== PROVIDED RECORDS

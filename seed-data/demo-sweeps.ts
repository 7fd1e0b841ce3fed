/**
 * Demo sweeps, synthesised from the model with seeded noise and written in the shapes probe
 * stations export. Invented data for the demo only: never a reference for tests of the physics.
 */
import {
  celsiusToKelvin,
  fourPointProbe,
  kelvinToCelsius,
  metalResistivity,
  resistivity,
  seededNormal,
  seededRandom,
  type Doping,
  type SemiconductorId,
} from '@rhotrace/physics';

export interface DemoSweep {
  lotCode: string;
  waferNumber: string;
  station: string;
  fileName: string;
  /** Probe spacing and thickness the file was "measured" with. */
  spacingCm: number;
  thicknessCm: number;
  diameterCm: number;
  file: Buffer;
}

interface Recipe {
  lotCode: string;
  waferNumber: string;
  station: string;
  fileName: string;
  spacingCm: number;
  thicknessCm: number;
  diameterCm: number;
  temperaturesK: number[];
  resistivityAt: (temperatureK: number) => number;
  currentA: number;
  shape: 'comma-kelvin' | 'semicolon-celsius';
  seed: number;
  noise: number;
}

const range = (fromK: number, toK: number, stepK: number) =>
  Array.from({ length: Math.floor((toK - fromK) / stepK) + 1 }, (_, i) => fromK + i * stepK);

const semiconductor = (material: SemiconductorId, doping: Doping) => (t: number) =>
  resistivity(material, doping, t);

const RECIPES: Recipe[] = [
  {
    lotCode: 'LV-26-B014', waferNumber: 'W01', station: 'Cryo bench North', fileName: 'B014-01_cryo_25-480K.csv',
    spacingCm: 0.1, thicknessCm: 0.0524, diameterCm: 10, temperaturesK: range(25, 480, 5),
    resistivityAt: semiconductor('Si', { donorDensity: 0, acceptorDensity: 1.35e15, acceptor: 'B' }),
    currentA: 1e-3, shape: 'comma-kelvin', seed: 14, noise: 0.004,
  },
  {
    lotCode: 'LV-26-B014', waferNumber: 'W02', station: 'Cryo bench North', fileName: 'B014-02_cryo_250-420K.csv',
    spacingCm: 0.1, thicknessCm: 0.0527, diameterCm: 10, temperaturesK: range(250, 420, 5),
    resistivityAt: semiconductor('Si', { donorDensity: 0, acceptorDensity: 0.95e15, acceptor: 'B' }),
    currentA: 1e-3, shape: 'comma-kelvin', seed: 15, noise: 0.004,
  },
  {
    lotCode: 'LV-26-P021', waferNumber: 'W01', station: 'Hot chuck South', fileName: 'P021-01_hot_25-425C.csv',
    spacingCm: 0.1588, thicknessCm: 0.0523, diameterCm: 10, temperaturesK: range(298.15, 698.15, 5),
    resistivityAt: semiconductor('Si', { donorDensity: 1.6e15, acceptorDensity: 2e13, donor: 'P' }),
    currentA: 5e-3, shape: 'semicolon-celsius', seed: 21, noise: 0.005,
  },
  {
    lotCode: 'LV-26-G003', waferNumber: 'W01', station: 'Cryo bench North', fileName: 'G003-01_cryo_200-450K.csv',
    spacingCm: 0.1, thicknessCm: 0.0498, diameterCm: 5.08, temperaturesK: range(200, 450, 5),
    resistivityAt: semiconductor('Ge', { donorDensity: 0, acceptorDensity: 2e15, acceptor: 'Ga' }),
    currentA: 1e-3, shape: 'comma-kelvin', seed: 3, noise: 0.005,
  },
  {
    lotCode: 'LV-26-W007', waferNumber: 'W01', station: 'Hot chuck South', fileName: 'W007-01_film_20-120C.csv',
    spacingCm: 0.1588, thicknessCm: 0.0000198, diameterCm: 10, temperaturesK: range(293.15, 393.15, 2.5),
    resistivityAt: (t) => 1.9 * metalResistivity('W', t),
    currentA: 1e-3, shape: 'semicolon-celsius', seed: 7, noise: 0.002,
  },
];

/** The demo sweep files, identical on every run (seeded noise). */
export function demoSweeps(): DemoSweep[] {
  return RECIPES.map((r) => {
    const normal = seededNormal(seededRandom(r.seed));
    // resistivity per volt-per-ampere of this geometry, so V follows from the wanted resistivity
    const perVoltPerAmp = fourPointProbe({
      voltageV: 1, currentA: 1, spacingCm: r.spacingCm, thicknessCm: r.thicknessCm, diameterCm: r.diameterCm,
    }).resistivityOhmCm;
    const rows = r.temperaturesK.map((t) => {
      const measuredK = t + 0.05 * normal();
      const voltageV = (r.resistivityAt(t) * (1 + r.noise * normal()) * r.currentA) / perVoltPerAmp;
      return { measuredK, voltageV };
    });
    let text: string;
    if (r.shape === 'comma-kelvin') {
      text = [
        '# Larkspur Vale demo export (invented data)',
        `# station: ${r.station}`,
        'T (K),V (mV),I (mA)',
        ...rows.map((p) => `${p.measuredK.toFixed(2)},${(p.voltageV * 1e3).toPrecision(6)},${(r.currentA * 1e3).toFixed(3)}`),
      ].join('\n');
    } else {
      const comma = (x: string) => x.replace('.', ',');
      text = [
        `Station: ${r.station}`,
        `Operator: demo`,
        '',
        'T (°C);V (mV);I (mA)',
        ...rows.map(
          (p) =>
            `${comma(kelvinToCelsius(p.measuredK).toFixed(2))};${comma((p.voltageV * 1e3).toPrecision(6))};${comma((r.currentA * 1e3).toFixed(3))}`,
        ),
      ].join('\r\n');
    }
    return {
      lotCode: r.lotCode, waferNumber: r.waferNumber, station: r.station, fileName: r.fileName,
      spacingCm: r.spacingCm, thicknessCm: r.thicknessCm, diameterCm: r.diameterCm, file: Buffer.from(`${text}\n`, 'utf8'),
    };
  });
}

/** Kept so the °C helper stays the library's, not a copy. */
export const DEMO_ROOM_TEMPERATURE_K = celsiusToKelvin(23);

====

_PROBLEM REQUIREMENTS_:
Retype the line containing "let text: string;" and each line after it through the end of the listing, exactly, leaving out everything else.

_OUTPUT OF THE TASK_:
    let text: string;
    if (r.shape === 'comma-kelvin') {
      text = [
        '# Larkspur Vale demo export (invented data)',
        `# station: ${r.station}`,
        'T (K),V (mV),I (mA)',
        ...rows.map((p) => `${p.measuredK.toFixed(2)},${(p.voltageV * 1e3).toPrecision(6)},${(r.currentA * 1e3).toFixed(3)}`),
      ].join('\n');
    } else {
      const comma = (x: string) => x.replace('.', ',');
      text = [
        `Station: ${r.station}`,
        `Operator: demo`,
        '',
        'T (°C);V (mV);I (mA)',
        ...rows.map(
          (p) =>
            `${comma(kelvinToCelsius(p.measuredK).toFixed(2))};${comma((p.voltageV * 1e3).toPrecision(6))};${comma((r.currentA * 1e3).toFixed(3))}`,
        ),
      ].join('\r\n');
    }
    return {
      lotCode: r.lotCode, waferNumber: r.waferNumber, station: r.station, fileName: r.fileName,
      spacingCm: r.spacingCm, thicknessCm: r.thicknessCm, diameterCm: r.diameterCm, file: Buffer.from(`${text}\n`, 'utf8'),
    };
  });
}

/** Kept so the °C helper stays the library's, not a copy. */
export const DEMO_ROOM_TEMPERATURE_K = celsiusToKelvin(23);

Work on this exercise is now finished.